A tensão que se instaurou na região de Tabuazeiro, em Vitória, após a morte de um gerente do tráfico de drogas do Morro do Macaco, mexeu com a vida de quem vive e trabalha na área. Teve tentativa de incêndio a ônibus, toque de recolher e coletivos com a rota alterada devido à insegurança. O policiamento foi reforçado no bairro e também no entorno.

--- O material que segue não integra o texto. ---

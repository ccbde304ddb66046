package main

import (
	"fmt"
	"path/filepath"
	"strings"
	"sync"

	"n2pulse/kinetics"
	"n2pulse/kinetics/design"
	"n2pulse/kinetics/study"
	"n2pulse/plots"
	"n2pulse/report"
	"n2pulse/units"
	"n2pulse/validation"
)

// reportMetrics are the figures of merit a run's report lists, in this order.
var reportMetrics = []string{"energy_front_J", "energy_rear_J", "energy_total_J", "peak_power_W", "half_max_width_s", "fwhm_s",
	"pulses", "pulse_separation_s", "strongest_pulse_fwhm_s", "half_max_energy_share", "fwhm_45_s", "fwhm_55_s", "rise_s", "delay_s", "efficiency", "stored_energy_J", "deposited_energy_J", "peak_gain_per_m", "gain_length",
	"inversion_duration_s", "termination_time_s", "peak_reduced_field_Td", "peak_current_A", "peak_electron_density_m3"}

// summaryValues reads the summary's numbers by their JSON names.
func summaryValues(s kinetics.Summary) map[string]float64 {
	vals, _ := metricRows([]compared{{Summary: s}})
	out := map[string]float64{}
	for _, r := range vals {
		out[r.Metric] = r.Values[0]
	}
	return out
}

// metricTable lists metrics in words and display units.
func metricTable(s kinetics.Summary, metrics []string) *report.Table {
	vals := summaryValues(s)
	t := &report.Table{Head: []string{"figure of merit", "value"}}
	for _, m := range metrics {
		v, ok := vals[m]
		if !ok || (m == "pulse_separation_s" && s.Pulses < 2) {
			continue
		}
		t.Rows = append(t.Rows, []string{plots.LabelOf(m).Text, plots.LabelOf(m).Format(v)})
	}
	return t
}

// designTable lists every key of a design in words and display units, with the key itself
// (as written in a design file) for reproducing the run.
func designTable(listing string) *report.Table {
	t := &report.Table{Head: []string{"", "value", "design key"}}
	for _, line := range strings.Split(listing, "\n") {
		k, v, ok := strings.Cut(line, " = ")
		if !ok {
			continue
		}
		v = strings.Trim(v, `"`)
		if k == "name" || k == "description" {
			t.Rows = append(t.Rows, []string{k, v, k})
			continue
		}
		t.Rows = append(t.Rows, []string{keyLabel(k).Text, displayValue(k, v), k})
	}
	return t
}

// energySection is the energy account of a shot, when the run kept one.
func energySection(s kinetics.Summary) (report.Section, bool) {
	e := s.Energy
	if !(e.Stored > 0) {
		return report.Section{}, false
	}
	t := &report.Table{Head: []string{"where the stored energy went", "energy", "share of stored"}}
	row := func(name string, v float64) {
		t.Rows = append(t.Rows, []string{name, units.Format(v, "J"), fmt.Sprintf("%.3g %%", 100*v/e.Stored)})
	}
	row("stored in the capacitors", e.Stored)
	row("switch", e.Switch)
	row("shunt", e.Shunt)
	row("plasma", e.Plasma)
	row("left in the circuit", e.LeftInCircuit)
	p := e.PlasmaSplit
	for _, c := range []struct {
		name string
		v    float64
	}{{"  plasma: elastic collisions", p.Elastic}, {"  plasma: vibration", p.Vibrational}, {"  plasma: A state", p.StateA},
		{"  plasma: B state", p.StateB}, {"  plasma: W state", p.StateW}, {"  plasma: B′ state", p.StateBPrime},
		{"  plasma: C state", p.StateC}, {"  plasma: other electronic states", p.OtherElectronic},
		{"  plasma: ionisation", p.Ionisation}, {"  plasma: attachment", p.Attachment}} {
		if c.v != 0 {
			row(c.name, c.v)
		}
	}
	row("put into C(0)", e.UpperLevel)
	row("laser pulse, both ends", e.Laser)
	return report.Section{Heading: "Energy account", Table: t,
		Paragraphs: []string{"The switch, the shunt, the plasma and what is left in the circuit add up to the stored energy within the energy balance residual " +
			fmt.Sprintf("(%.1e)", s.EnergyBalanceResidual) + "; C(0) is part of the plasma's C channel and the laser pulse part of C(0)."}}, true
}

// validationSection runs the validation registry once per process and says how the model
// stands: how many checks of which kind pass, and which kinds of laser it has been compared
// with.
var validationSection = sync.OnceValue(func() report.Section {
	checks := validation.RunAll()
	var failed, discrepant int
	kinds := map[string]int{}
	for _, c := range checks {
		kinds[c.Kind.String()]++
		if !c.Pass() {
			if c.Tolerated() {
				discrepant++
			} else {
				failed++
			}
		}
	}
	s := report.Section{Heading: "Validation status of the model"}
	s.Paragraphs = append(s.Paragraphs, fmt.Sprintf("%d checks against outside values: %d pass, %d fail, %d discrepancies with measured lasers (run `n2pulse check` for the table, `n2pulse check --report DIR` for the figures).",
		len(checks), len(checks)-failed-discrepant, failed, discrepant))
	for _, k := range []string{"published", "analytic", "experiment", "common practice, no source", "from memory"} {
		if kinds[k] > 0 {
			s.List = append(s.List, fmt.Sprintf("%d %s", kinds[k], k))
		}
	}
	cases, err := validation.Cases()
	if err != nil {
		s.Paragraphs = append(s.Paragraphs, "The experiment cases could not be read: "+err.Error())
		return s
	}
	var lasers []string
	for _, c := range cases {
		lasers = append(lasers, fmt.Sprintf("%s (%s; %s)", c.Laser(), c.Name, c.SourceKind))
	}
	s.Paragraphs = append(s.Paragraphs, "Lasers the model has been compared with: "+strings.Join(lasers, "; ")+
		". A design unlike these (another pressure, circuit or size) is predicted by the same physics but has not been checked against a measurement.")
	return s
})

// figureSection reads the SVG figures listed as id → file in dir.
func figureSection(heading, dir string, figs [][3]string) (report.Section, error) {
	s := report.Section{Heading: heading}
	for _, f := range figs {
		fig, err := report.FigureFile(filepath.Join(dir, f[1]), f[0], f[2])
		if err != nil {
			return s, err
		}
		s.Figures = append(s.Figures, fig)
	}
	return s, nil
}

// warningSection lists warnings, or says there are none.
func warningSection(ws []string) report.Section {
	if len(ws) == 0 {
		return report.Section{Heading: "Warnings", Paragraphs: []string{"None: the run did what was asked."}}
	}
	return report.Section{Heading: "Warnings", List: ws, Warn: true}
}

// writeRunReport writes report.html for one shot into dir, after its figures.
func writeRunReport(dir string, d *design.Design, r *kinetics.Result, u *study.UncertaintyResult, env *study.Envelope) error {
	s := r.Summary
	name := d.Name
	if name == "" {
		name = "design"
	}
	p := report.Page{Title: "n2pulse: " + name, Subtitle: d.Description, Caution: safetyNotice}
	verdict := report.Section{Heading: "Summary and verdict", Paragraphs: []string{"Verdict: " + s.Verdict}, Table: metricTable(s, reportMetrics)}
	if s.Advice != "" {
		verdict.Paragraphs = append(verdict.Paragraphs, "What to change: "+s.Advice)
	}
	if c := caution(s.StoredEnergy, s.EnergyTotal); c != "" {
		verdict.Paragraphs = append(verdict.Paragraphs, c)
	}
	p.Sections = append(p.Sections, verdict, warningSection(r.Warnings))
	if e, ok := energySection(s); ok {
		p.Sections = append(p.Sections, e)
	}
	if u != nil {
		p.Sections = append(p.Sections, uncertaintySection(u, env))
	}
	pulseCaption := "The shot: circuit, E/N, electron density, laser levels (whole run) and the output at both ends (zoomed on the pulse; the span is shaded above)."
	if env != nil {
		pulseCaption += fmt.Sprintf(" The light band under the output-end power is its 5–95 %% range over %d samples of the uncertain constants, aligned at switch closure.", env.Samples)
	}
	figs, err := figureSection("Figures", dir, [][3]string{
		{"pulse-report", "pulse-report.svg", pulseCaption},
		{"gain-map", "gain-map.svg", "Small-signal gain along the channel against time."},
	})
	if err != nil {
		return err
	}
	p.Sections = append(p.Sections, figs, report.Section{Heading: "Design", Table: designTable(d.String())}, validationSection())
	return report.Write(filepath.Join(dir, report.FileName), p)
}

// writeSweepReport writes report.html for a finished sweep into dir: the grid, the optimum of
// each metric, the points left out, the figures, the base design and the validation status.
func writeSweepReport(dir, name, listing string, tab *study.Table, axes []study.Axis, metrics []string, figs []string, bands sweepBands) error {
	if name == "" {
		name = "design"
	}
	p := report.Page{Title: "n2pulse sweep: " + name, Caution: safetyNotice}
	var grid []string
	for _, a := range axes {
		l := plots.LabelOf(a.Key + " [" + a.Unit + "]").Typed(a.Display)
		spacing := "evenly spaced"
		if a.Log {
			spacing = "evenly spaced in the logarithm"
		}
		grid = append(grid, fmt.Sprintf("%s from %s to %s, %d values %s (%s)", l.Text, l.Format(a.From), l.Format(a.To), a.N, spacing, a.Key))
	}
	opt := &report.Table{Head: []string{"figure of merit", "optimum", "value", "where", "note"}}
	var edges []string
	for _, m := range metrics {
		l := plots.LabelOf(m)
		b := plots.Optimum(tab, axes, m)
		if b.Row < 0 {
			opt.Rows = append(opt.Rows, []string{l.Text, "—", "no point with a value", "", ""})
			continue
		}
		var at []string
		for _, a := range axes {
			al := plots.LabelOf(a.Key + " [" + a.Unit + "]").Typed(a.Display)
			at = append(at, al.Text+" "+al.Format(b.At[a.Header()]))
		}
		note := ""
		if len(b.Edge) > 0 {
			note = "on the edge of the grid: extend the range"
			edges = append(edges, l.Text)
		}
		opt.Rows = append(opt.Rows, []string{l.Text, b.Word, l.Format(b.Value), strings.Join(at, ", "), note})
	}
	sum := report.Section{Heading: "Grid and optima", List: grid, Table: opt,
		Paragraphs: []string{tableCounts(tab) + "; points that failed, were cut short (truncated) or do not lase are never an optimum."}}
	p.Sections = append(p.Sections, sum)
	if bands.Samples > 0 {
		p.Sections = append(p.Sections, sweepBandSection(tab, bands))
	}
	var left []string
	for r := range tab.Rows {
		if !tab.OK(r) {
			left = append(left, fmt.Sprintf("point %s: %s", tab.Rows[r][0], tab.Rows[r][tab.Column(study.StatusColumn)]))
		}
	}
	if c := tab.Column("pulse_separation_s"); c >= 0 {
		for _, r := range multiPulseRows(tab) {
			left = append(left, fmt.Sprintf("point %s: %s separate pulses, the first two %s apart: its FWHM spans them (the strongest alone: strongest_pulse_fwhm_s)",
				tab.Rows[r][0], tab.Rows[r][tab.Column("pulses")], units.Format(tab.Float(r, c), "s")))
		}
	}
	if c := tab.Column("fwhm_s"); c >= 0 {
		for _, r := range illWidthRows(tab) {
			left = append(left, fmt.Sprintf("point %s: its FWHM of %s is ill-conditioned (fwhm_45_s, fwhm_55_s, fwhm_jump_s): a small change can move it a long way",
				tab.Rows[r][0], units.Format(tab.Float(r, c), "s")))
		}
	}
	if len(edges) > 0 {
		left = append(left, "the optimum of "+strings.Join(edges, ", ")+" lies on the edge of the grid: the best may lie beyond the range swept")
	}
	if len(left) > 20 {
		left = append(left[:20], fmt.Sprintf("… and %d more (see results.csv)", len(left)-20))
	}
	p.Sections = append(p.Sections, warningSection(left))
	fs := report.Section{Heading: "Figures"}
	for _, f := range figs {
		if filepath.Ext(f) != ".svg" {
			continue
		}
		id := strings.TrimSuffix(filepath.Base(f), ".svg")
		fig, err := report.FigureFile(f, id, plots.LabelOf(strings.TrimPrefix(strings.TrimPrefix(id, "map-"), "curve-")).Text)
		if err != nil {
			return err
		}
		fs.Figures = append(fs.Figures, fig)
	}
	if len(fs.Figures) == 0 {
		fs.Paragraphs = []string{"No figure: sweeps of one or two keys are drawn; see results.csv."}
	}
	p.Sections = append(p.Sections, fs, report.Section{Heading: "Base design", Table: designTable(listing)}, validationSection())
	return report.Write(filepath.Join(dir, report.FileName), p)
}

// writeCompareReport writes report.html for a comparison into dir.
func writeCompareReport(dir string, c *comparison) error {
	var names []string
	for _, d := range c.Designs {
		names = append(names, d.Name)
	}
	p := report.Page{Title: "n2pulse comparison: " + strings.Join(names, ", "), Caution: safetyNotice}
	head := append([]string{""}, designColumns(len(c.Designs))...)
	var who []string
	for i, d := range c.Designs {
		who = append(who, fmt.Sprintf("%s: %s (%s) — %s", letter(i), d.Name, d.File, d.Summary.Verdict))
	}
	keys := &report.Table{Head: head[:len(c.Designs)+1]}
	for _, k := range c.Differ {
		row := []string{keyLabel(k.Key).Text + " (" + k.Key + ")"}
		for _, v := range k.Values {
			row = append(row, displayValue(k.Key, v))
		}
		keys.Rows = append(keys.Rows, row)
	}
	merit := &report.Table{Head: head}
	for _, m := range c.Metrics {
		l := plots.LabelOf(m.Metric)
		row := []string{l.Text}
		for _, v := range m.Values {
			row = append(row, l.Format(v))
		}
		for _, r := range m.Ratios[1:] {
			if r == nil {
				row = append(row, "—")
			} else {
				row = append(row, fmt.Sprintf("%.3g", *r))
			}
		}
		merit.Rows = append(merit.Rows, row)
	}
	var warns []string
	for i, d := range c.Designs {
		for _, w := range d.result.Warnings {
			warns = append(warns, letter(i)+": "+w)
		}
	}
	fig, err := report.FigureFile(filepath.Join(dir, "compare.svg"), "compare", "Output-end pulses, aligned at switch closure.")
	if err != nil {
		return err
	}
	p.Sections = append(p.Sections,
		report.Section{Heading: "Designs and verdicts", List: who},
		report.Section{Heading: "Keys that differ", Table: keys},
		report.Section{Heading: "Figures of merit", Table: merit})
	if c.Samples > 0 {
		p.Sections = append(p.Sections, compareBandSection(c, head))
	}
	p.Sections = append(p.Sections,
		warningSection(warns),
		report.Section{Heading: "Pulses", Figures: []report.Figure{fig}},
		validationSection())
	return report.Write(filepath.Join(dir, report.FileName), p)
}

De acordo com o próprio comandante-geral da Polícia Militar do Estado, coronel Douglas Caus, esse tipo de represália contra a ação da polícia (como queima de ônibus, toque de recolher) não acontece na região sem a autorização dos líderes do tráfico desses bairros. Mas quem são essas pessoas?
Em Tabuazeiro, quem comanda são os "Irmãos Vera": Luan Gomes Faria, o Kamu; Gabriel Gomes Faria, o Buti ou Gabrielzinho; e Bruno Gomes Faria, o Nono. Eles têm influência não apenas no Morro do Macaco, como também em Itararé, Cruzamento e Conquista.
Os três são procurados pela polícia. Bruno e Grabriel possuem um mandado de prisão em aberto cada; já Luan, conta com sete mandados.
Conforme apuração da reportagem de A Gazeta, as regiões comandadas pelos Irmãos Vera, nacionalmente, se identificam como pertencentes à facção Terceiro Comando Puro (TCP). No entanto, aqui no Estado, eles se intitulam como aliados ao Primeiro Comando de Vitória (PCV), de maneira independente.
O PCV é a maior facção criminosa do Espírito Santo, espalhada não só na Grande Vitória como no interior. A sede fica no Bairro da Penha e Bonfim.
O "01" do PCV aqui no Estado é Fernando Moraes Pereira Pimenta, o Marujo. Com sete mandados de prisão em aberto, ele é considerado o homem mais procurado do Espírito Santo.
É ele quem responde diretamente à cúpula do PCV, hoje toda na cadeia, e fica responsável por colocar em prática os mandos das chefias.
Tensão após morte
A tensão que paira em Tabuazeiro começou na tarde desta quarta-feira (3), quando Jose Milson de Andrade Lima, de 25 anos, foi morto pela PM durante um confronto no Morro do Macaco, onde, segundo o coronel Caus, ele atuava como gerente do tráfico.
Logo depois da morte, começaram as represálias: um grupo tentou incendiar um ônibus municipal na Avenida Leitão da Silva, na altura de Itararé. Depois, criminosos passaram ameaçando comerciantes da região de Tabuazeiro, que tiveram de baixar as portas. A situação de estendeu até a noite de quinta-feira (5), quando vários estabelecimentos permaneciam fechados.
Para driblar a situação, houve reforço do policiamento na área, sem previsão para terminar. Em entrevista na região, o coronel Douglas Caus deixou um recado para as lideranças do tráfico.
"Já fica aqui o recado para os irmãos Vera e para o Marujo: esse tipo de situação que eles estão fazendo aqui, suposto toque de recolher, enfrentamento da Polícia Militar, nós vamos potencializar, triplicar nosso policiamento até prendê-los. E um recado para a população: a PM está aqui para protegê-la e vai fazer saturação suficiente para garantir a segurança deles", declarou.